Rochdale is a terrible place to live. I spent time there in the late Nineties reporting on the grooming gangs and found a toxic mix of self-serving politicians, poor policing, grinding hardship and failing social services. The borough has one of the highest child poverty rates in the whole of the UK, and the council was variously described as “a disgrace” and “not fit for purpose” by unimpressed residents.

It’s bleak here. The main shopping area, Yorkshire Street, is a sad parade of charity shops, discount stores, and closed-down businesses. Each time I go, I see more and more homeless people on the street. And the stories of poverty and neglect are heart-breaking. In 2020, a toddler died from a respiratory condition caused by mould in the housing association property he lived in. Shockingly, his death changed nothing: it’s still a widespread problem, almost four years on.

Steeped in political scandal and poverty as it is, things could be about to get a whole lot worse. The result of today’s contentious by-election could mean the infamous constituency could end up represented in Parliament by a clown.

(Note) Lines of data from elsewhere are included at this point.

//! `equiscan align` end to end: files in a temporary folder, the binary run, its exit code,
//! standard output, report, moved scan and picture checked.

mod common;

use std::path::Path;
use std::process::{Command, Output};

use common::{bunny, errors, problem};
use equiscan::Cloud;
use equiscan::io::{read_cloud, write_ply};

fn equiscan(args: &[&str], dir: &Path) -> Output {
    Command::new(env!("CARGO_BIN_EXE_equiscan"))
        .args(args)
        .current_dir(dir)
        .output()
        .expect("the binary runs")
}

#[test]
fn two_scans_report_moved_scan_and_picture() {
    let dir = tempfile::tempdir().unwrap();
    let mesh = bunny();
    let p = problem(&mesh, 50.0, 6000, 0.003, 7);
    write_ply(&dir.path().join("source.ply"), &p.source, &[]).unwrap();
    write_ply(&dir.path().join("target.ply"), &p.target, &[]).unwrap();
    let out = equiscan(
        &[
            "align",
            "source.ply",
            "target.ply",
            "--json",
            "--report",
            "report.json",
            "--write",
            "moved.ply",
            "--picture",
            "views.png",
            "--seed",
            "3",
        ],
        dir.path(),
    );
    let stderr = String::from_utf8_lossy(&out.stderr);
    assert_eq!(out.status.code(), Some(0), "stderr: {stderr}");
    let v: serde_json::Value = serde_json::from_slice(&out.stdout).unwrap();
    assert_eq!(v["verdict"], "confident");
    assert!(
        v["caution"]
            .as_str()
            .unwrap()
            .contains("qualified surveyor")
    );
    let rows: [[f64; 4]; 4] = serde_json::from_value(v["transform"].clone()).unwrap();
    let found = equiscan::align::Rigid::from_rows(&rows).unwrap();
    let (rot, trans) = errors(&p.source, &found, &p.truth);
    assert!(rot <= 2.0 && trans <= 0.01 * p.diagonal, "{rot}° {trans}");
    // The report file holds the same JSON; the moved scan lies on the target.
    let file: serde_json::Value =
        serde_json::from_str(&std::fs::read_to_string(dir.path().join("report.json")).unwrap())
            .unwrap();
    assert_eq!(file["transform"], v["transform"]);
    let (moved, _) = read_cloud(&dir.path().join("moved.ply")).unwrap();
    assert_eq!(moved.len(), p.source.len());
    let identity = equiscan::align::Rigid::identity();
    let overlap = common::measured_overlap(&moved, &p.target, &identity);
    assert!(overlap > 0.5, "moved scan overlap {overlap}");
    let png = std::fs::read(dir.path().join("views.png")).unwrap();
    assert_eq!(&png[1..4], b"PNG");
    // Same seed, same result: the report's transform is reproduced bit for bit.
    let again = equiscan(
        &["align", "source.ply", "target.ply", "--json", "--seed", "3"],
        dir.path(),
    );
    let w: serde_json::Value = serde_json::from_slice(&again.stdout).unwrap();
    assert_eq!(w["transform"], v["transform"]);
}

#[test]
fn unrelated_scatter_has_no_confident_alignment() {
    // Two independent random scatters in a cube: no pose explains the matches.
    let dir = tempfile::tempdir().unwrap();
    let scatter = |seed: u64| -> Cloud {
        let mut rng = equiscan::so3::rng::SplitMix64::new(seed);
        let pts: Vec<[f64; 3]> = (0..4000)
            .map(|_| [rng.next_f64(), rng.next_f64(), rng.next_f64()])
            .collect();
        Cloud::from_global(&pts)
    };
    write_ply(&dir.path().join("a.ply"), &scatter(1), &[]).unwrap();
    write_ply(&dir.path().join("b.ply"), &scatter(2), &[]).unwrap();
    let out = equiscan(&["align", "a.ply", "b.ply", "--json"], dir.path());
    assert_eq!(
        out.status.code(),
        Some(1),
        "{}",
        String::from_utf8_lossy(&out.stderr)
    );
    let v: serde_json::Value = serde_json::from_slice(&out.stdout).unwrap();
    assert_eq!(v["verdict"], "not_found");
    assert!(v["reason"].is_string() && v["reason_text"].is_string());
}

#[test]
fn a_missing_file_is_an_error_with_exit_code_2() {
    let dir = tempfile::tempdir().unwrap();
    let out = equiscan(&["align", "nowhere.ply", "nothing.las"], dir.path());
    assert_eq!(out.status.code(), Some(2));
    let err = String::from_utf8_lossy(&out.stderr);
    assert!(err.contains("nowhere.ply"), "{err}");
    assert!(out.stdout.is_empty());
}

#[test]
fn three_scans_share_the_first_frame_and_close_their_loop() {
    let dir = tempfile::tempdir().unwrap();
    let mesh = bunny();
    let scans = common::view_ring(&mesh, 3, 35.0, 5000, 0.003, 21);
    let names = ["s0.ply", "s1.ply", "s2.ply"];
    for ((cloud, _), name) in scans.iter().zip(names) {
        write_ply(&dir.path().join(name), cloud, &[]).unwrap();
    }
    let out = equiscan(
        &["align", names[0], names[1], names[2], "--json"],
        dir.path(),
    );
    let stderr = String::from_utf8_lossy(&out.stderr);
    assert_eq!(out.status.code(), Some(0), "stderr: {stderr}");
    let v: serde_json::Value = serde_json::from_slice(&out.stdout).unwrap();
    assert_eq!(v["pairs"].as_array().unwrap().len(), 3);
    let d = mesh.diagonal();
    for (k, (cloud, truth)) in scans.iter().enumerate() {
        let rows: [[f64; 4]; 4] =
            serde_json::from_value(v["poses"][k]["transform"].clone()).unwrap();
        let found = equiscan::align::Rigid::from_rows(&rows).unwrap();
        let (rot, trans) = errors(cloud, &found, truth);
        assert!(rot <= 2.0 && trans <= 0.01 * d, "scan {k}: {rot}° {trans}");
    }
    // Scans 0 and 2 are 70° apart: if that pair is confident too, it closes one loop.
    for l in v["loops"].as_array().unwrap() {
        assert!(l["rotation_deg"].as_f64().unwrap() < 1.0, "{l}");
        assert!(l["translation"].as_f64().unwrap() < 0.01 * d, "{l}");
    }
}
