//! `equiscan apply`: files moved by a transform and back land within the LAS scale of the
//! original, point for point, in every point format 0–10, with every other byte of every record
//! (every field, the Extra Bytes) and the CRS kept; several scans each by their own pose;
//! refusals in one line with exit 2. Files are written by the `las` crate's own writer (an
//! independent encoder) and read back with it.

// Coordinates are indexed by axis, as the formulas write them.
#![allow(clippy::needless_range_loop)]

use std::io::Cursor;
use std::path::{Path, PathBuf};
use std::process::{Command, Output};

use las::point::Format;
use las::{Builder, Point, Transform, Vector, Vlr, Writer};

#[path = "support/las_all_fields.rs"]
#[allow(dead_code)]
mod las_all_fields;
use las_all_fields::{extra_bytes_vlr, write_format};

fn equiscan(args: &[&str]) -> Output {
    Command::new(env!("CARGO_BIN_EXE_equiscan"))
        .args(args)
        .output()
        .unwrap()
}

fn s(p: &Path) -> &str {
    p.to_str().unwrap()
}

/// Raw records and header of a LAS/LAZ file, read by the `las` crate.
fn records(path: &Path) -> (las::Header, Vec<Vec<u8>>, Vec<[f64; 3]>) {
    let mut r = las::Reader::from_path(path).unwrap();
    let header = r.header().clone();
    let pd = r.read_all().unwrap();
    let len = header.point_format().len() as usize;
    let raw: Vec<Vec<u8>> = pd
        .raw_bytes()
        .chunks_exact(len)
        .map(|c| c.to_vec())
        .collect();
    let xyz = pd
        .x()
        .zip(pd.y())
        .zip(pd.z())
        .map(|((x, y), z)| [x, y, z])
        .collect();
    (header, raw, xyz)
}

/// A turn of 33° about a tilted axis and a shift of kilometres, row by row.
fn matrix() -> (String, nalgebra::Matrix3<f64>) {
    let axis = nalgebra::Unit::new_normalize(nalgebra::Vector3::new(0.3, -0.5, 0.8));
    let r = nalgebra::Rotation3::from_axis_angle(&axis, 33f64.to_radians());
    let m = r.matrix();
    let t = [1234.5678, -2345.25, 17.125];
    let mut text = String::new();
    for i in 0..3 {
        text += &format!("{} {} {} {}  ", m[(i, 0)], m[(i, 1)], m[(i, 2)], t[i]);
    }
    text += "0 0 0 1";
    (text, *m)
}

/// Every point format 0–10: moved by a rigid transform and back, each coordinate is within one
/// scale step of the original (each leg rounds by at most half a step); every other byte of
/// every record is the same (every field and the Extra Bytes), the waveform direction turned
/// and back; the WKT CRS and the Extra Bytes description are kept; the moved file holds the
/// transform's image of each point within half a step.
#[test]
fn moved_and_back_within_the_scale_in_every_point_format() {
    let dir = tempfile::tempdir().unwrap();
    let (m, rot) = matrix();
    for f in 0..=10u8 {
        let src = dir.path().join(format!("f{f}.las"));
        write_format(&src, f, 400);
        let ext = if f % 2 == 0 { "laz" } else { "las" };
        let moved = dir.path().join(format!("f{f}_moved.{ext}"));
        let back = dir.path().join(format!("f{f}_back.las"));
        let out = equiscan(&["apply", s(&src), "-t", &m, "-o", s(&moved)]);
        assert_eq!(out.status.code(), Some(0), "{f}: {:?}", out);
        let out = equiscan(&["apply", s(&moved), "-t", &m, "--inverse", "-o", s(&back)]);
        assert_eq!(out.status.code(), Some(0), "{f}: {:?}", out);

        let (h0, raw0, xyz0) = records(&src);
        let (hm, _, xyzm) = records(&moved);
        let (h1, raw1, xyz1) = records(&back);
        assert_eq!(raw0.len(), raw1.len());
        assert_eq!(h1.point_format(), h0.point_format(), "format {f}");
        for h in [&hm, &h1] {
            assert_eq!(
                h.get_wkt_crs_bytes().map(|b| b.to_vec()),
                h0.get_wkt_crs_bytes().map(|b| b.to_vec())
            );
            assert!(h.has_wkt_crs());
            let eb: Vec<&Vlr> = h
                .all_vlrs()
                .filter(|v| v.user_id == "LASF_Spec" && v.record_id == 4)
                .collect();
            assert_eq!(eb.len(), 1);
            assert_eq!(eb[0].data, extra_bytes_vlr().data);
            assert!(
                h.all_vlrs()
                    .any(|v| v.user_id == "equiscan" && v.record_id == 1002)
            );
        }
        let scale = 0.001;
        let t = [1234.5678, -2345.25, 17.125];
        let mut worst_back = 0.0f64;
        for i in 0..raw0.len() {
            let p = nalgebra::Vector3::from(xyz0[i]);
            let q = rot * p + nalgebra::Vector3::from(t);
            for k in 0..3 {
                assert!(
                    (xyzm[i][k] - q[k]).abs() <= 0.5 * scale + 1e-9,
                    "{f} moved {i}"
                );
                let d = (xyz1[i][k] - xyz0[i][k]).abs();
                worst_back = worst_back.max(d);
                assert!(d <= scale + 1e-9, "format {f} point {i} axis {k}: {d}");
            }
            let wave = match f {
                4 => Some(45),
                5 => Some(51),
                9 => Some(47),
                10 => Some(55),
                _ => None,
            };
            let (a, b) = (&raw0[i][12..], &raw1[i][12..]);
            match wave {
                None => assert_eq!(a, b, "format {f} point {i}: a field changed"),
                Some(o) => {
                    // Bytes before and after the direction are the same; the direction
                    // comes back within f32 rounding.
                    // `a` and `b` start at byte 12 of the record.
                    let d = o - 12;
                    assert_eq!(&a[..d], &b[..d], "format {f} point {i}");
                    assert_eq!(&a[d + 12..], &b[d + 12..], "format {f} point {i}");
                    for k in 0..3 {
                        let v = |r: &[u8]| {
                            f32::from_le_bytes(r[d + 4 * k..d + 4 * k + 4].try_into().unwrap())
                        };
                        assert!((v(a) - v(b)).abs() < 1e-6, "format {f} point {i} waveform");
                    }
                }
            }
        }
        assert!(worst_back <= scale + 1e-9, "format {f}: {worst_back}");
    }
}

/// An E57 scan into LAS: its WKT CRS becomes the LAS WKT record; a PLY with normals turns them.
#[test]
fn e57_into_las_keeps_the_crs_and_ply_normals_turn() {
    let dir = tempfile::tempdir().unwrap();
    let e57 = Path::new(env!("CARGO_MANIFEST_DIR")).join("tests/data/e57/two_scans.e57");
    let input = format!("{}#north station", e57.display());
    let out = dir.path().join("north.las");
    let o = equiscan(&[
        "apply",
        &input,
        "-t",
        "1 0 0 -512000  0 1 0 -5403000  0 0 1 0  0 0 0 1",
        "-o",
        s(&out),
    ]);
    assert_eq!(o.status.code(), Some(0), "{o:?}");
    let (h, _, xyz) = records(&out);
    let wkt = String::from_utf8_lossy(h.get_wkt_crs_bytes().unwrap()).to_string();
    assert!(wkt.contains("ETRS89 / UTM zone 32N"), "{wkt}");
    let (cloud, _) = equiscan::io::read_cloud(Path::new(&input)).unwrap();
    assert_eq!(xyz.len(), cloud.len());
    for (i, p) in xyz.iter().enumerate() {
        let g = cloud.global(i);
        assert!((p[0] - (g[0] - 512_000.0)).abs() <= 0.0005 + 1e-6);
        assert!((p[1] - (g[1] - 5_403_000.0)).abs() <= 0.0005 + 1e-6);
    }

    // A PLY with normals, a quarter turn about z: normals turn with it.
    let mut c = equiscan::Cloud::new([10.0, 0.0, 0.0], vec![[1.0, 0.0, 0.0], [0.0, 2.0, 0.0]]);
    c.normals = Some(vec![[1.0, 0.0, 0.0], [0.0, 1.0, 0.0]]);
    let ply = dir.path().join("n.ply");
    equiscan::io::write_ply(&ply, &c, &[]).unwrap();
    let moved = dir.path().join("n_moved.ply");
    let o = equiscan(&[
        "apply",
        s(&ply),
        "-t",
        "0 -1 0 0  1 0 0 0  0 0 1 0  0 0 0 1",
        "-o",
        s(&moved),
    ]);
    assert_eq!(o.status.code(), Some(0), "{o:?}");
    let (m, _) = equiscan::io::read_cloud(&moved).unwrap();
    let n = m.normals.clone().unwrap();
    assert!(
        (n[0][1] - 1.0).abs() < 1e-6 && n[0][0].abs() < 1e-6,
        "{n:?}"
    );
    assert!((n[1][0] + 1.0).abs() < 1e-6, "{n:?}");
    let g = m.global(0);
    assert!(
        (g[0] - 0.0).abs() < 1e-5 && (g[1] - 11.0).abs() < 1e-5,
        "{g:?}"
    );
}

/// A report of several scans places each file by its own pose, found by file name; a pair
/// report whose verdict is not confident is refused unless --anyway.
#[test]
fn reports_place_each_scan_and_unconfident_verdicts_are_refused() {
    let dir = tempfile::tempdir().unwrap();
    let a = dir.path().join("a.las");
    let b = dir.path().join("b.las");
    write_format(&a, 1, 50);
    write_format(&b, 6, 50);
    let report = dir.path().join("multi.json");
    std::fs::write(
        &report,
        r#"{"verdict":"confident","poses":[
            {"file":"elsewhere/a.las","transform":[[1,0,0,0],[0,1,0,0],[0,0,1,0],[0,0,0,1]]},
            {"file":"elsewhere/b.las","transform":[[1,0,0,5],[0,1,0,-7],[0,0,1,2],[0,0,0,1]]}]}"#,
    )
    .unwrap();
    let outdir = dir.path().join("out");
    std::fs::create_dir(&outdir).unwrap();
    let o = equiscan(&[
        "apply",
        s(&a),
        s(&b),
        "-t",
        s(&report),
        "-o",
        s(&outdir),
        "--json",
    ]);
    assert_eq!(o.status.code(), Some(0), "{o:?}");
    let (_, _, xa) = records(&a);
    let (_, _, xb) = records(&b);
    let (_, _, ma) = records(&outdir.join("a.las"));
    let (_, _, mb) = records(&outdir.join("b.las"));
    for i in 0..xa.len() {
        for k in 0..3 {
            assert!((ma[i][k] - xa[i][k]).abs() < 1e-9);
            let shift = [5.0, -7.0, 2.0][k];
            assert!((mb[i][k] - (xb[i][k] + shift)).abs() < 1e-6);
        }
    }
    let stdout = String::from_utf8(o.stdout).unwrap();
    assert_eq!(stdout.lines().count(), 2, "{stdout}");

    let pair = dir.path().join("pair.json");
    std::fs::write(
        &pair,
        r#"{"verdict":"not_found","transform":[[1,0,0,1],[0,1,0,0],[0,0,1,0],[0,0,0,1]]}"#,
    )
    .unwrap();
    let out = dir.path().join("p.las");
    let o = equiscan(&["apply", s(&a), "-t", s(&pair), "-o", s(&out)]);
    assert_eq!(o.status.code(), Some(2));
    let err = String::from_utf8(o.stderr).unwrap();
    assert!(
        err.contains("verdict is not_found") && err.contains("--anyway"),
        "{err}"
    );
    assert_eq!(err.lines().count(), 1, "{err}");
    assert!(!out.exists());
    let o = equiscan(&[
        "apply",
        s(&a),
        "-t",
        s(&pair),
        "-o",
        s(&out),
        "--anyway",
        "-q",
    ]);
    assert_eq!(o.status.code(), Some(0), "{o:?}");
    assert!(out.exists());
}

/// Wrong arguments and a span the scale cannot hold: one line, exit 2, nothing written.
#[test]
fn refusals_are_one_line() {
    let dir = tempfile::tempdir().unwrap();
    let a = dir.path().join("a.las");
    write_format(&a, 0, 20);
    let out = dir.path().join("o.las");
    let cases: Vec<(Vec<String>, &str)> = vec![
        (vec!["1 0 0".into()], "has 3 numbers, a 4×4 needs 16"),
        (
            vec!["no_such_report.json".into()],
            "neither a report file nor 16 numbers",
        ),
        (
            vec!["2 0 0 0 0 1 0 0 0 0 1 0 0 0 0 1".into()],
            "not a rigid transform",
        ),
        (
            vec![
                "1 0 0 0 0 1 0 0 0 0 1 0 0 0 0 1".into(),
                "-o".into(),
                s(&a).into(),
            ],
            "is the same file as the input",
        ),
    ];
    for (extra, want) in cases {
        let mut args: Vec<String> = vec!["apply".into(), s(&a).into(), "-t".into()];
        args.extend(extra.iter().cloned());
        if !extra.iter().any(|e| e == "-o") {
            args.extend(["-o".to_string(), s(&out).to_string()]);
        }
        let refs: Vec<&str> = args.iter().map(String::as_str).collect();
        let o = equiscan(&refs);
        let err = String::from_utf8(o.stderr).unwrap();
        assert_eq!(o.status.code(), Some(2), "{want}: {err}");
        assert!(
            err.contains(want) && err.lines().count() == 1,
            "{want}: {err}"
        );
        assert!(!out.exists());
    }

    // 4 000 km along x and y at scale 0.001 fits (±2 147 km about the centre); turned by 45°
    // about z the x span becomes 5 657 km, which does not.
    let wide = dir.path().join("wide.las");
    let mut b = Builder::from((1, 4));
    b.point_format = Format::new(0).unwrap();
    b.transforms = Vector {
        x: Transform {
            scale: 0.001,
            offset: 0.0,
        },
        y: Transform {
            scale: 0.001,
            offset: 0.0,
        },
        z: Transform {
            scale: 0.001,
            offset: 0.0,
        },
    };
    let mut w = Writer::new(Cursor::new(Vec::new()), b.into_header().unwrap()).unwrap();
    for (x, y) in [(-2.0e6, -2.0e6), (2.0e6, 2.0e6), (0.0, 0.0)] {
        w.write_point(Point {
            x,
            y,
            z: 0.0,
            ..Default::default()
        })
        .unwrap();
    }
    std::fs::write(&wide, w.into_inner().unwrap().into_inner()).unwrap();
    let c = std::f64::consts::FRAC_1_SQRT_2;
    let m = format!("{c} {} 0 0  {c} {c} 0 0  0 0 1 0  0 0 0 1", -c);
    let o = equiscan(&["apply", s(&wide), "-t", &m, "-o", s(&out)]);
    let err = String::from_utf8(o.stderr).unwrap();
    assert_eq!(o.status.code(), Some(2), "{err}");
    assert!(
        err.contains("more than 32-bit integers hold at the input's scale 0.001")
            && err.lines().count() == 1,
        "{err}"
    );
    assert!(!out.exists());
    let leftovers: Vec<PathBuf> = std::fs::read_dir(dir.path())
        .unwrap()
        .map(|e| e.unwrap().path())
        .filter(|p| p.to_string_lossy().contains("equiscan-tmp"))
        .collect();
    assert!(leftovers.is_empty(), "{leftovers:?}");
}
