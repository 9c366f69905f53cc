//! Precision of the fine fit on noisy scans (DEVELOPERS.md, Registration, "Precision of the fine
//! fit"). Three pairs of the registration benchmark's generator (tests/common/shapes.rs) with
//! noise 0.57–0.73 % of the bounding-box diagonal: two views of the bunny (the scanned figure
//! of tests/data/bunny, an open dataset) and of the pipe elbow. With the fine normals fitted to
//! 12 neighbours and the fine fit pairing points up to one τ apart, the answers were `confident`
//! and 3.1–3.7° off; started from the true pose, the same fit ended there too, so the error was
//! the fit's own bias (normals tilted by the noise, SOURCE points past TARGET's edge paired with
//! the edge). Now the fit is checked to stay within 1° and 0.5 % of the diagonal of the pose the
//! generator recorded, from the pipeline's own start.

mod common;

use common::errors;
use common::shapes::{Pair, bunny_pair, pair, shapes};
use equiscan::align::{AlignParams, align_pair};

fn check(name: &str, p: &Pair, seed: u64) {
    let params = AlignParams {
        seed,
        ..AlignParams::default()
    };
    let a = align_pair(&p.source, &p.target, &params).unwrap();
    let (rot, trans) = errors(&p.source, &a.transform, &p.truth);
    let pct = 100.0 * trans / p.diagonal;
    eprintln!(
        "{name}: noise {:.2} % of the diagonal, {:?}, {rot:.2}°, {pct:.2} % of the diagonal",
        100.0 * p.noise_frac,
        a.verdict
    );
    assert!(p.noise_frac > 0.005, "{name}: not a noisy pair");
    assert!(
        rot < 1.0 && pct < 0.5,
        "{name}: {rot:.2}° and {pct:.2} % of the diagonal off"
    );
}

#[test]
fn noisy_bunny_views_are_fitted_within_a_degree() {
    let mesh = common::bunny();
    // (generator seed, alignment seed): held-out pairs 293 and 303 of
    // `EQUISCAN_BENCH_FIRST=1000`.
    for (seed, align_seed) in [(91_011u64, 294u64), (91_021, 304)] {
        let p = bunny_pair(&mesh, seed);
        check(&format!("bunny {seed}"), &p, align_seed);
    }
}

#[test]
fn a_noisy_elbow_pair_is_fitted_within_a_degree() {
    let all = shapes();
    let k = all.iter().position(|s| s.name == "elbow").unwrap();
    // Held-out pair 103 of `EQUISCAN_BENCH_FIRST=1000`.
    let p = pair(&all[k], 1000 * k as u64 + 1001);
    check("elbow seed 4001", &p, 104);
}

Once the pride of industrial Britain, the town was soiled redeemably by “Mr Rochdale” for decades. Real name Cyril Smith, he became a Labour councillor in 1952 at the age of 23, and was Rochdale’s MP from 1972 until he retired from Parliament in 1992. He managed to sustain this lengthy term in office despite multiple allegations of profoundly inappropriate behaviour. In total, eight men alleged that Smith had indecently assaulted them as teenagers in the Sixties; six of them were living at a residential establishment for boys named Cambridge House Hostel, which Smith had been involved in setting up.

When the Director of Public Prosecutions was informed in 1970, the advice was not to prosecute. That advice was reviewed by the Crown Prosecution Service in 1998 and 1999, when two further complainants were identified. Yet neither review led to Smith being charged. He was knighted in 1988, and died in 2010.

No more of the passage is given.